La psicosomatica (psiche
– soma) pone in relazione la mente con il corpo, ossia
il mondo emozionale ed affettivo (psiche) con il soma (il
disturbo), interessandosi di rilevare e capire l'influenza
che l'emozione esercita sul corpo.
Il nostro IO quando non riesce a fronteggiare le difficoltà
della vita attraverso delle azioni di cambiamento usa un linguaggio
arcaico ovvero quello del corpo.
Ecco allora che il sintomo va decodificato.
Nella sua accezione etimologica la parola sin-tomo significa
“accadere con”, per cui come il medico di fronte
al sintomo della febbre indaga per individuarne la causa lo
psicoterapeuta deve chiedersi cosa c’è dietro
al sintomo.
Il sintomo è un adattamento creativo prima utile che
adesso non lo è più.
Il sintomo ha una doppia funzione:
1. permette al problema di esprimersi;
2. tenta di risolvere il problema.
Il sintomo fisico della febbre, ad esempio è espressione
che l’organismo è attaccato da un virus (prima
funzione), alzando la temperatura corporea l’organismo
uccide la maggioranza dei virus (seconda funzione). E’

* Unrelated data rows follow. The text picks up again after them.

// With the SMTP server down, a message is kept in the outbox with its error, and sent by the retry once a
// server answers again; nothing the sender did is lost. The SMTP port here is one nothing listens on at first;
// then a real SMTP server (smtp-server, as the local catcher uses) is started on it.
import { eq, sql } from "drizzle-orm";
import { simpleParser } from "mailparser";
import { SMTPServer } from "smtp-server";
import { afterAll, describe, expect, it, vi } from "vitest";
import { db } from "@/server/db/client";
import { mailOutbox } from "@/server/db/schema";
import { deliverDueMail, resetPasswordMail, sendMail } from "@/server/mail";
import { uniqueEmail } from "../helpers/api";

const port = vi.hoisted(() => {
  // A port taken from the dynamic range and not listened on until the test starts a server there.
  const p = 40_000 + Math.floor(Math.random() * 20_000);
  process.env.KB_SMTP_HOST = "127.0.0.1";
  process.env.KB_SMTP_PORT = String(p);
  delete process.env.KB_SMTP_USER;
  delete process.env.KB_SMTP_PASSWORD;
  delete process.env.KB_MAIL_INBOX_URL;
  delete process.env.KB_MAIL_INBOX_TOKEN;
  return p;
});

let server: SMTPServer | undefined;
afterAll(() => new Promise<void>((resolve) => (server ? server.close(() => resolve()) : resolve())));

describe("mail while the SMTP server is down", () => {
  it("keeps the message pending with its error, and the retry sends it once a server answers", async () => {
    const to = uniqueEmail("down");
    const first = await sendMail({ to, ...resetPasswordMail({ name: "Lior", url: "http://127.0.0.1:3100/reset-password/t" }) });
    expect(first.state).toBe("pending");
    const [row] = await db.select().from(mailOutbox).where(eq(mailOutbox.id, first.id));
    expect(row).toMatchObject({ status: "pending", attempts: 1, toAddress: to });
    expect(row!.lastError).toMatch(/ECONNREFUSED|connect/i);
    expect(row!.nextAttemptAt.getTime()).toBeGreaterThan(Date.now() + 20_000); // waits before the next try

    const received: { to: string; subject: string; text: string }[] = [];
    server = new SMTPServer({
      authOptional: true,
      disabledCommands: ["STARTTLS"],
      logger: false,
      onData(stream, session, done) {
        simpleParser(stream).then((m) => {
          received.push({ to: session.envelope.rcptTo[0]!.address, subject: m.subject ?? "", text: m.text ?? "" });
          done();
        }, done);
      },
    });
    await new Promise<void>((resolve) => server!.listen(port, "127.0.0.1", resolve));
    // Not due yet: the retry leaves it alone.
    await deliverDueMail();
    const mine = () => received.filter((m) => m.to === to); // other tests' due messages may come through too
    expect(mine()).toEqual([]);
    await db.update(mailOutbox).set({ nextAttemptAt: sql`now()` }).where(eq(mailOutbox.id, first.id));
    await deliverDueMail();
    expect(mine()).toEqual([expect.objectContaining({ to, subject: "Reset your Knucklebench password" })]);
    const [after] = await db.select().from(mailOutbox).where(eq(mailOutbox.id, first.id));
    expect(after).toMatchObject({ status: "sent", attempts: 2, lastError: null });
    // Sent once: another pass finds nothing due.
    await db.update(mailOutbox).set({ nextAttemptAt: sql`now()` }).where(eq(mailOutbox.id, first.id));
    await deliverDueMail();
    expect(mine()).toHaveLength(1);
  });
});
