def _storage_tables(acc: E.Values, p, flows: _Flows, tables, index) -> None:
    dt = acc.dt
    for k in p.storages:
        c, d = clean(flows.charge[k]), clean(flows.discharge[k])
        mode = np.where(c > MODE_TOL, np.where(d > MODE_TOL, "both", "charge"),
                        np.where(d > MODE_TOL, "discharge", "idle"))
        tables[k] = frame("storage", {
            "charge_mw": c,
            "discharge_mw": d,
            "soc_mwh": clean(acc(E.SOC, k)),
            "spill_mw": clean(acc(E.SPILL, k)),
            "mode": mode,
            "routed_in_mw": clean(flows.received[k] / dt),
            "routed_out_mw": clean(flows.sent[k] / dt),
            "supply_in_mw": clean(p.profile(p.storages[k].supply)),
            "pump_mw": c if flows.pumped[k] else np.zeros(len(c)),
            **_water_columns(p.storages[k], d, clean(acc(E.SOC, k)), clean(acc(E.SPILL, k)),
                             clean(p.profile(p.storages[k].supply))),
        }, index)
    for r in p.routes:
        tables[r.name] = frame("route", {"flow_mw": clean(flows.route_flow[r.name]),
                                         "arriving_mw": clean(flows.route_arrive[r.name])}, index)


def _water_columns(s, d, soc, spill, supply) -> dict:
    """A store declared in volume: content in m3 and flows in m3/s beside its MWh and MW (by its
    energy equivalent, MWh per m3; docs/outputs.md); NaN (empty) for a store declared in MWh."""
    eq = s.mwh_per_m3
    if eq is None:
        empty = np.full(len(soc), np.nan)
        return {"content_m3": empty, "discharge_m3_per_s": empty, "spill_m3_per_s": empty,
                "supply_in_m3_per_s": empty}
    return {"content_m3": U.water_m3(soc, eq), "discharge_m3_per_s": U.water_m3_per_s(d / s.eta_discharge, eq),
            "spill_m3_per_s": U.water_m3_per_s(spill, eq), "supply_in_m3_per_s": U.water_m3_per_s(supply, eq)}


def _supply_and_demand_tables(acc: E.Values, p, topo, flows: _Flows, tables, index) -> None:
    for name, f in p.supplies.items():
        flows.supply_site[name] = acc(E.SUPPLY_SITE, name)
        tables[name] = frame("supply", {
            "available_mw": clean(p.profile(f.profile)),
            "used_mw": clean(acc.of(E.supply_used(topo, name))),
            "curtailed_mw": clean(acc(E.CURTAILED, name))}, index)
    for name, dmd in p.demands.items():
        tables[name] = frame("demand", {"demand_mw": clean(p.profile(dmd.profile))}, index)


def _meter_tables(acc: E.Values, p, flows: _Flows, tables, index) -> None:
    dt = acc.dt
    for sname in p.sites:
        exp, imp = _net(acc.of(E.meter("site", sname)))
        tables[sname] = frame("site", {"import_mw": imp, "export_mw": exp}, index)
    for cname, conn in p.connections.items():
        exp, imp = _net(acc.of(E.meter("connection", cname)))
        sell, buy = p.price(conn.sell), p.price(conn.buy)
        cash = clean(dt * (sell * exp - buy * imp))
        flows.step_price[cname] = np.where(exp > 0, sell, buy)
        tables[cname] = frame("connection", {"import_mw": imp, "export_mw": exp, "sell_price": sell,
                                             "buy_price": buy, "cashflow": cash}, index)


def _summary_parts(acc: E.Values, p, topo, flows: _Flows, tables) -> dict:
    """The per-asset summary sections (docs/outputs.md, "Net value attribution").

    Also keeps each asset's net value per step (``_step_money``), which the
    period totals (:func:`periods`) add up by day and by month.
    """
    T, dt = acc.steps, acc.dt

    def site_price(sname):
        conn = topo.connection_of(sname)
        return flows.step_price[conn] if conn in flows.step_price else np.zeros(T)

    def totals(name, col_in, col_out):
        t = tables[name]
        return float(t[col_in].sum()) * dt, float(t[col_out].sum()) * dt

    storages, supplies, demands, sites, connections, routes = {}, {}, {}, {}, {}, {}
    money: Dict[str, np.ndarray] = {}
    site_money = {s: np.zeros(T) for s in p.sites}
    for k, s in p.storages.items():
        pr = site_price(s.site)
        d, cs = clean(flows.discharge[k]), clean(flows.charge_site[k])
        money[k] = dt * pr * (d - cs) - s.wear * d * dt
        e_out = float(d.sum()) * dt
        # Equivalent full cycles (docs/model.md): MWh drawn from the store to discharge over
        # its usable capacity, the definition the cycle limits use; none for a store that
        # cannot charge (a reservoir filled by nature and routes does not cycle).
        efc = (float(clean(acc.of(E.drawn_for_discharge(p, k))).sum()) * dt / s.usable_mwh
               if s.cycles else None)
        storages[k] = _asset(float(money[k].sum()), float(clean(flows.charge[k]).sum()) * dt, e_out, efc,
                             0.0, float(clean(acc(E.SPILL, k)).sum()) * dt)
        storages[k]["soc_end_mwh"] = float(clean(acc(E.SOC, k))[-1]) if T else s.soc_start
        storages[k].update(_prices(pr, cs, d))
        if s.site in site_money:
            site_money[s.site] = site_money[s.site] + money[k]
    for name, f in p.supplies.items():
        money[name] = dt * site_price(f.site) * clean(flows.supply_site[name])
        e_in, e_out = totals(name, "available_mw", "used_mw")
        supplies[name] = _asset(float(money[name].sum()), e_in, e_out, None,
                                float(tables[name]["curtailed_mw"].sum()) * dt, 0.0)
        if f.site in site_money:
            site_money[f.site] = site_money[f.site] + money[name]
    for name, dmd in p.demands.items():
        dem = clean(p.profile(dmd.profile))
        money[name] = -dt * site_price(dmd.site) * dem
        demands[name] = _asset(float(money[name].sum()), float(dem.sum()) * dt, 0.0, None, 0.0, 0.0)
        if dmd.site in site_money:
            site_money[dmd.site] = site_money[dmd.site] + money[name]
    for sname in p.sites:
        money[sname] = site_money[sname]
        sites[sname] = _asset(float(money[sname].sum()), *totals(sname, "import_mw", "export_mw"), None, 0.0, 0.0)
    for cname in p.connections:
        money[cname] = tables[cname]["cashflow"].to_numpy(dtype=float)
        connections[cname] = _asset(float(money[cname].sum()),
                                    *totals(cname, "import_mw", "export_mw"), None, 0.0, 0.0)
    for r in p.routes:
        figures = (flows.route_transit[r.name], flows.route_flow[r.name].sum() * dt)
        routes[r.name] = {key: float(clean(np.array([x]))[0]) for key, x in zip(ROUTE_KEYS, figures)}
    parts = {"storages": storages, "supplies": supplies, "demands": demands, "sites": sites,
             "connections": connections, "routes": routes}
    assert tuple(parts) == tuple(ASSET_GROUPS)
    for group in ("storages",):
        for fig in parts[group].values():
            assert tuple(fig) == STORAGE_KEYS
    parts["_step_money"] = money
    return parts


def _prices(price: np.ndarray, bought: np.ndarray, sold: np.ndarray) -> dict:
    """A storage's energy-weighted average prices (docs/outputs.md, "Storage price figures"):
    the price its flow met at its connection each step, weighted by the MW drawn from the
    site (charge) and by the discharge; None when it drew or discharged nothing."""
    def avg(weights):
        total = float(weights.sum())
        return float(np.sum(price * weights)) / total if total > 0 else None

    buy, sell = avg(bought), avg(sold)
    spread = sell - buy if buy is not None and sell is not None else None
    return {"average_charge_price": buy, "average_discharge_price": sell, "spread_captured": spread}


PERIOD_GROUPS = ("storages", "supplies", "demands", "sites", "connections")   # the assets periods.csv totals
# per table kind, the columns of energy in, energy out, curtailed, spilled (None: not this kind's)
_PERIOD_COLUMNS = {
    "storage": ("charge_mw", "discharge_mw", None, "spill_mw"),
    "supply": ("available_mw", "used_mw", "curtailed_mw", None),
    "demand": ("demand_mw", None, None, None),
    "site": ("import_mw", "export_mw", None, None),
    "connection": ("import_mw", "export_mw", None, None),
}


def periods(tables: Dict[str, pd.DataFrame], parts: dict, step_hours: float) -> Optional[pd.DataFrame]:
    """Daily and monthly totals per asset (``periods.csv``), for a horizon of more than one day;
    None otherwise.  Days and months are the horizon zone's calendar (the tables' index);
    a row's ``time`` is the first step of its period inside the horizon."""
    money = parts.get("_step_money") or {}
    if not tables or not money:
        return None
    index = next(iter(tables.values())).index
    if len(index) * step_hours <= 24.0 + 1e-9:
        return None
    keys = {"day": index.strftime("%Y-%m-%d"), "month": index.strftime("%Y-%m")}
    cols = {c: [] for c in COLUMNS["periods"]}
    starts = []
    for length, labels in keys.items():
        labels = np.asarray(labels)
        order = list(dict.fromkeys(labels))
        for group in PERIOD_GROUPS:
            kind = ASSET_GROUPS[group]
            for name in parts[group]:
                t = tables[name]
                series = [t[c].to_numpy(dtype=float) * step_hours if c else np.zeros(len(t))
                          for c in _PERIOD_COLUMNS[kind]]
                for label in order:
                    m = labels == label
                    starts.append(index[np.argmax(m)])
                    cols["period"].append(length)
                    cols["label"].append(label)
                    cols["asset"].append(name)
                    cols["kind"].append(kind)
                    e_in, e_out, cur, spill = (float(v[m].sum()) for v in series)
                    cols["energy_in_mwh"].append(e_in)
                    cols["energy_out_mwh"].append(e_out)
                    cols["net_value"].append(float(money[name][m].sum()))
                    cols["curtailed_mwh"].append(cur)
                    cols["spilled_mwh"].append(spill)
    return frame("periods", {c: np.asarray(v) for c, v in cols.items()},
                 pd.DatetimeIndex(starts, name="time"))


def wide(tables: Dict[str, pd.DataFrame], index: Optional[pd.DatetimeIndex] = None) -> pd.DataFrame:
    """All tables in one frame, columns ``<name>.<column>``."""
    if not tables:
        return pd.DataFrame(index=index)
    frames = []
    for name, t in tables.items():
        f = t.copy()
        f.columns = [f"{name}.{c}" for c in t.columns]
        frames.append(f)
    out = pd.concat(frames, axis=1)
    out.index.name = "time"
    return out
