"""A bound by pieces: the horizon's LP cut at seams, each piece alone, the seams priced.

For horizons whose whole LP would not fit in memory (docs/windows.md, "Horizons too
long for memory").  The horizon is cut into pieces ``(start, stop)``; what ties one
piece to the next is dualised (Lagrangian relaxation; Geoffrion 1974, "Lagrangean
relaxation for integer programming", Math. Programming Study 2; for time-coupled
schedules, Conejo, Castillo, Minguez and Garcia-Bertrand 2006, "Decomposition
Techniques in Mathematical Programming", Springer, ch. 4), the rest is dropped:

* the state of charge at a seam: piece j starts from a free column ``s`` in
  [soc_min, soc_max] priced ``-lam[j-1]`` per MWh and values what it leaves at its
  end at ``+lam[j]`` (``Storage.stored_value``).  Any ``lam`` gives a valid bound:
  for a schedule of the whole horizon the terms cancel in pairs;
* water on a delayed route across a seam: the piece that releases it earns
  ``mu = max(lam of the target at its end, 0)`` per MWh still on the way at its end
  (``Route.transit_value``); a later piece receives it as free columns in
  [0, the most the route can carry] priced ``-mu`` (what was in transit at the
  start arrives as declared);
* rules that look across a seam (minimum run and rest, the ramp, cycles of a day
  cut by a seam, the horizon's cycle limit) see nothing before a piece: each piece
  keeps only its own part, a relaxation.

The bound is the sum over pieces of :func:`~portfolio.solve.certify.dual_bound` of
each piece's LP (binaries continuous), valid for any multipliers HiGHS returns, so
a number here is proven, whatever the prices; good prices only make it tighter.
:func:`seam_values` finds them by a backward pass: the last two pieces solved as
one LP from a given level at their start, the dual of the balance row at the seam
between them is its price; then the two pieces before, the end valued at that
price, and so on (the pieces overlap by one, so each seam is inside an LP, where
its price is not one-sided).
"""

importante per il terapeuta tenere presente questa doppia
funzione del sintomo senza dimenticarsi che il sintomo ha
una intenzione terapeutica.
Di fronte ad una situazione di conflitto se la persona non
affronta la sofferenza, negando quindi il conflitto, crea
una situazione di sospensione che trova inevitabilmente altre
strade.
Il conflitto è la compresenza di due forze contrarie
qualcosa vuole esprimersi e contemporaneamente c'è
una forza che impedisce quell'espressione: il sintomo diventa
il portavoce di tale situazione.
Ogni persona è in grado di fabbricare sintomi, è
la persona che crea il sintomo e non il sintomo che etichetta
la persona. Nell’individuo sano quando il sintomo ha
compiuto la sua funzione di autoregolazione sparisce in modo
spontaneo. Il sintomo diventa disfunzionale quando la persona
non può più farne a meno per esistere. Così
deve sempre avere la febbre a 40° invece di alzarla e
poi abbassarla.
Il sintomo è la sintesi di due aspetti: una intenzione,
un senso e un comportamento. Se si toglie solo il comportamento
la persona è obbligata ad inventarne un altro che “riequilibria”,
ma che spesso si rivela un comportamento ancora più
patologico.
Thomas Mann nel romanzo “La Montagna Incantata”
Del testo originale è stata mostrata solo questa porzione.